True to reviews, the film succeeds in growing the pimp, DJay. His initial frame of mind is clear--he's a pimp, small time drug dealer trying to keep himself fed and housed in low-ride North Memphis. The reappearance of a high school friend jarrs his memory of what he could have been, and then sets out to be more than a pimp. Interesting plot.

The problem is that the scenes never live up to their potential. The regional dialogue keeps my uninitiated ear listening for phrases to drop when I perpetrate like I know something more about Memphis than BBQ. Visually, the film is a tour of run-down Memphis. But the scenes do not accomplish the emotion I anticipated. Characters may begin important conversations--the meaning of being a pimp or prostitute--but do not carr the dialogue through its natural conclusion, or offer intruiging responses.

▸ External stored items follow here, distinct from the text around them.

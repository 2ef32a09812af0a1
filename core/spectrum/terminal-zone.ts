/**
 * Has the master curve reached the terminal (flow) zone? For a liquid, every Prony series with
 * Ge = 0 gives G′ = Σ g_i ω²τ_i²/(1+ω²τ_i²) → ω²·Σ g_i τ_i² and G″ → ω·Σ g_i τ_i as ω → 0:
 * log–log slopes 2 and 1 (Ferry, Viscoelastic Properties of Polymers, 3rd ed., 1980, ch. 3).
 * Relaxation data of a liquid fall faster than any power of t at long times. Judged on the binned
 * curve over its lowest decade of frequency (highest decade of time).
 */
import { weightedLinearFit } from '../models/weighted-linear-fit';
import type { LogBins } from './log-bins';

export interface TerminalZone {
  reached: boolean;
  /** Local slopes d log y / d log x over the judged decade (NaN when not measured). */
  storageSlope: number;
  lossSlope: number;
  relaxationSlope: number;
  /** One sentence for the user. */
  reason: string;
}

/**
 * Thresholds (common practice, set here): the terminal zone is "reached" when over the lowest
 * decade G′ rises at least as ω^1.5 and G″ as ω^0.8 … ω^1.2, with G″ > G′ there; for relaxation
 * data when G(t) falls at least as t^−1 over the last decade.
 */
export const TERMINAL_STORAGE_SLOPE = 1.5;
export const TERMINAL_LOSS_SLOPE: [number, number] = [0.8, 1.2];
export const TERMINAL_RELAXATION_SLOPE = -1;

/** Weighted straight-line slope of (x, y) with weights w; NaN with fewer than 3 points. */
function slope(x: number[], y: number[], w: number[]): number {
  if (x.length < 3) return NaN;
  return weightedLinearFit(
    x.map((v) => [1, v]),
    y,
    w,
  ).coefficients[1];
}

/** Slope of binned quantity k over bins [from, to] (inclusive positions). */
function binSlope(bins: LogBins, k: number, from: number, to: number): number {
  const x: number[] = [];
  const y: number[] = [];
  const w: number[] = [];
  const q = bins.quantities[k];
  for (let j = from; j <= to; j++) {
    if (!(q.count[j] > 0)) continue;
    x.push(bins.log10x[j]);
    y.push(q.log10y[j]);
    w.push(1 / (q.stdErr[j] * q.stdErr[j]));
  }
  return slope(x, y, w);
}

/**
 * Judges the terminal zone on bins [first, last] of a binned master curve. Dynamic data: bins
 * hold [G′, G″] as quantities 0 and 1 (either may be empty); relaxation data: [G(t)].
 */
export function terminalZone(
  bins: LogBins,
  first: number,
  last: number,
  abscissa: 'angularFrequency' | 'time',
): TerminalZone {
  const perDecade = bins.binsPerDecade;
  const none = { storageSlope: NaN, lossSlope: NaN, relaxationSlope: NaN };
  if (last < first) return { reached: false, ...none, reason: 'no data to judge' };
  if (abscissa === 'time') {
    const top = bins.index[last];
    let from = last;
    while (from > first && bins.index[from - 1] > top - perDecade) from--;
    const r = binSlope(bins, 0, from, last);
    const reached = r <= TERMINAL_RELAXATION_SLOPE;
    return {
      reached,
      ...none,
      relaxationSlope: r,
      reason: Number.isFinite(r)
        ? `over the last decade of reduced time G(t) falls as t^${r.toFixed(2)}${reached ? ' (terminal flow zone: a liquid)' : ''}`
        : 'too few points in the last decade of reduced time to judge the terminal zone',
    };
  }
  const bottom = bins.index[first];
  let to = first;
  while (to < last && bins.index[to + 1] < bottom + perDecade) to++;
  const s = bins.quantities.length > 0 ? binSlope(bins, 0, first, to) : NaN;
  const l = bins.quantities.length > 1 ? binSlope(bins, 1, first, to) : NaN;
  let lossAbove = false;
  if (bins.quantities.length > 1) {
    let d = 0;
    let n = 0;
    for (let j = first; j <= to; j++) {
      const a = bins.quantities[0];
      const b = bins.quantities[1];
      if (a.count[j] > 0 && b.count[j] > 0) {
        d += b.log10y[j] - a.log10y[j];
        n++;
      }
    }
    lossAbove = n > 0 && d / n > 0;
  }
  const reached =
    s >= TERMINAL_STORAGE_SLOPE &&
    l >= TERMINAL_LOSS_SLOPE[0] &&
    l <= TERMINAL_LOSS_SLOPE[1] &&
    lossAbove;
  const measured = Number.isFinite(s) && Number.isFinite(l);
  return {
    reached,
    storageSlope: s,
    lossSlope: l,
    relaxationSlope: NaN,
    reason: measured
      ? `over the lowest decade of reduced frequency the storage modulus rises as ω^${s.toFixed(2)} and the loss modulus as ω^${l.toFixed(2)}${reached ? ' (terminal zone: slopes near 2 and 1, a liquid)' : ''}`
      : 'too few storage and loss values in the lowest decade of reduced frequency to judge the terminal zone',
  };
}
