/**
 * Import speed: a 1,000,000-row long-format file (T, f, G', G''), generated in memory — 250
 * isotherms 2 K apart with 4,000 frequencies each, measured temperatures wandering ±0.2 K.
 * Target: under 3 s on an ordinary computer. Also the same rows with semicolons and decimal
 * commas (the slower, strict number path), quoted cells (the papaparse path), and the plain rows
 * handed over in 4 MB whole-line chunks as the command line does (`chunked`). Last, 10,000
 * isotherms of 3 points each (30,000 rows), which must cost at most N log N in the isotherms.
 */
import { LineChunker, importFiles } from '../core/io/index.ts';
import { medianMs } from './timing.ts';

const ISOTHERMS = 250;
const PER_ISOTHERM = 4000;

function longText(style: 'plain' | 'decimalComma' | 'quoted'): string {
  const d = style === 'decimalComma' ? ';' : ',';
  const header =
    style === 'decimalComma' ? "T (°C);f (Hz);G' (Pa);G'' (Pa)" : "T (°C),f (Hz),G' (Pa),G'' (Pa)";
  const rows: string[] = [header];
  const freqs = Array.from({ length: PER_ISOTHERM }, (_, i) =>
    (1e-3 * 10 ** (i / (PER_ISOTHERM / 6))).toPrecision(6),
  );
  for (let k = 0; k < ISOTHERMS; k++) {
    for (let i = 0; i < PER_ISOTHERM; i++) {
      const t = (-100 + 2 * k + 0.2 * Math.sin(i)).toFixed(2);
      const gp = (1e5 * (1 + k + i / PER_ISOTHERM)).toPrecision(6);
      const gpp = (2e4 * (1 + k + i / PER_ISOTHERM)).toPrecision(6);
      let row = `${t}${d}${freqs[i]}${d}${gp}${d}${gpp}`;
      if (style === 'decimalComma') row = row.replace(/\./g, ',');
      if (style === 'quoted') row = `"${t}",${freqs[i]},${gp},${gpp}`;
      rows.push(row);
    }
  }
  return rows.join('\r\n');
}

/** The text in whole-line chunks of about 4 M characters (as app/cli/io/read-text-chunks.ts). */
function* chunks(text: string): Generator<string> {
  const c = new LineChunker();
  for (let i = 0; i < text.length; i += 4 << 20) {
    const s = c.push(text.slice(i, i + (4 << 20)));
    if (s) yield s;
  }
  const rest = c.end();
  if (rest) yield rest;
}

function manyIsothermsText(): string {
  const rows = ["T (°C),f (Hz),G' (Pa),G'' (Pa)"];
  for (let i = 0; i < 10_000; i++)
    for (let k = 0; k < 3; k++)
      rows.push(`${(-10 + i * 0.01).toFixed(3)},${10 ** (k * 0.5 - 1)},${1e5 + i},${2e4 + i}`);
  return rows.join('\n');
}

export async function run(): Promise<void> {
  {
    const text = longText('plain');
    const ms = medianMs(
      () => importFiles([{ name: 'bench-chunked.csv', text: '', chunks: chunks(text) }]),
      5,
      1,
    );
    console.log(
      `importFiles chunked      ${(ISOTHERMS * PER_ISOTHERM).toLocaleString('en')} rows in 4 MB chunks: median ${(ms / 1000).toFixed(2)} s (target < 1.5 s)`,
    );
    const many = manyIsothermsText();
    let n = 0;
    const ms2 = medianMs(
      () => {
        n = importFiles([{ name: 'bench-10k.csv', text: many }], { groupingToleranceK: 0.002 })
          .groups.length;
      },
      3,
      1,
    );
    console.log(
      `importFiles ${n.toLocaleString('en')} isotherms × 3 points: median ${(ms2 / 1000).toFixed(2)} s`,
    );
  }
  for (const style of ['plain', 'decimalComma', 'quoted'] as const) {
    const text = longText(style);
    let isotherms = 0;
    const ms = medianMs(
      () => {
        isotherms = importFiles([{ name: `bench-${style}.csv`, text }]).dataset.isotherms.length;
      },
      style === 'plain' ? 5 : 3,
      1,
    );
    const rows = ISOTHERMS * PER_ISOTHERM;
    console.log(
      `importFiles ${style.padEnd(12)} ${rows.toLocaleString('en')} rows (${(text.length / 1e6).toFixed(1)} MB), ` +
        `${isotherms} isotherms: median ${(ms / 1000).toFixed(2)} s${style === 'plain' ? ' (target < 3 s)' : ''}`,
    );
  }
}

A few scenes are outrightly gratuitous, and after a while I never wanted to hear the words "trick" "ho" or B*tch" again. .

Even with its success as a character piece, the film could improve by exploring or explaining how DJay came to manage and staff his operation. How did he get hooked up with a womanlike Shug? What does he love about her? Why does she love him? For me to feel sympathetic toward a vile individual, especially a pimp, I need to understand his circumstances beyond the "Daddy left me" scenario.

Finally, Taryn Manning rocked as the dilly backwater prostitute. In many scenes, she effortlessly nabbed the humor or seriousness from the leads with a nook, nod, saunter or question. Where DJay fell off, her appearances kept the movie interesting.

This film is one that's perfect for a Friday night stroll through the aisles at Blobckbuster, the visit when you're looking for something you heard was kinda good, and you remember it looked interesting. Seek out "Hustle and Flow."